package powerplant

import (
	"math"

	"legwright/internal/perf/atmos"
)

// Curves is what an engine on a propeller can show of itself beside what Run
// answers. A powerplant need not have it: callers ask by type assertion.
type Curves interface {
	// Engine describes the engine.
	Engine() EngineFacts

	// FullPower is the power in W, >= 0, that the engine offers its propeller
	// at full throttle in air a when the engine turns at n rev/s, >= 0.
	FullPower(a *atmos.Air, n float64) float64

	// Propeller describes the propeller.
	Propeller() PropellerFacts

	// Coefficients gives CT and CP at the advance ratio j, both dimensionless. It
	// is not known outside the table, nor for a propeller that has none.
	Coefficients(j float64) (ct, cp float64, known bool)
}

var (
	_ Curves = (*fixedPitch)(nil)
	_ Curves = (*constantSpeed)(nil)
)

// EngineFacts are the fixed numbers of an engine.
type EngineFacts struct {
	RatedPower       float64 // brake power at sea level on the standard day in W, > 0
	RatedSpeed       float64 // engine speed of the rated power, or the greatest allowed when that is less, in rev/s, > 0
	Greatest         float64 // greatest allowed engine speed in rev/s, > 0
	Lowest           float64 // first speed of the power table in rev/s; 0 when power is given by rating
	CriticalAltitude float64 // pressure altitude to which power is held in m; 0 when unsupercharged
	GearRatio        float64 // engine turns for one of the propeller, dimensionless, > 0
}

// PropellerFacts are the fixed numbers of a propeller.
type PropellerFacts struct {
	Diameter  float64   // in m, > 0
	Governed  float64   // speed that the governor holds in rev/s; 0 for a fixed pitch
	Loss      float64   // loss factor of the loaded disc, dimensionless; 0 when known by a table
	Low, High float64   // ends of the table within which power is absorbed, advance ratio, dimensionless; both 0 without a table
	Given     []float64 // advance ratios of the rows as entered, dimensionless
}

func (e *engine) facts() EngineFacts {
	s := &e.spec
	f := EngineFacts{RatedPower: e.rated, RatedSpeed: s.RatedSpeed, Greatest: s.Redline, Lowest: e.lowest, CriticalAltitude: s.CriticalAltitude, GearRatio: s.GearRatio}
	if e.curve != nil {
		best := 0.0
		for _, row := range s.PowerCurve {
			if row[1] > best {
				best, f.RatedSpeed = row[1], row[0]
			}
		}
	}
	f.RatedSpeed = math.Min(f.RatedSpeed, s.Redline)
	return f
}

// fullPower is the installed power in W at full throttle at the engine speed n in rev/s.
func (e *engine) fullPower(a *atmos.Air, n float64) float64 {
	return e.power(1, e.lapse(a, nil), n/e.spec.GearRatio, nil)
}

// Engine describes the engine.
func (p *fixedPitch) Engine() EngineFacts { return p.engine.facts() }

// FullPower is the installed power in W at the engine speed n in rev/s.
func (p *fixedPitch) FullPower(a *atmos.Air, n float64) float64 { return p.engine.fullPower(a, n) }

// Propeller describes the propeller by its table.
func (p *fixedPitch) Propeller() PropellerFacts {
	low, high := p.prop.Range()
	return PropellerFacts{Diameter: p.prop.Diameter, Low: low, High: high, Given: p.prop.Given()}
}

// Coefficients reads the table.
func (p *fixedPitch) Coefficients(j float64) (ct, cp float64, known bool) {
	low, high := p.prop.Range()
	if !(j >= low && j <= high) {
		return 0, 0, false
	}
	return p.prop.CT(j), p.prop.CP(j), true
}

// Engine describes the engine.
func (p *constantSpeed) Engine() EngineFacts { return p.engine.facts() }

// FullPower is the installed power in W at the engine speed n in rev/s.
func (p *constantSpeed) FullPower(a *atmos.Air, n float64) float64 { return p.engine.fullPower(a, n) }

// Propeller describes the disc.
func (p *constantSpeed) Propeller() PropellerFacts {
	return PropellerFacts{Diameter: p.disc.Diameter, Governed: p.speed, Loss: p.disc.Loss}
}

// Coefficients are not known of a disc: its blades turn to whatever takes the power.
func (p *constantSpeed) Coefficients(float64) (ct, cp float64, known bool) { return 0, 0, false }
################
**Aim of the task:** What lines in the entries above include the string "spec"? Return each one.

**Solution for this task:**
	s := &e.spec
	return e.power(1, e.lapse(a, nil), n/e.spec.GearRatio, nil)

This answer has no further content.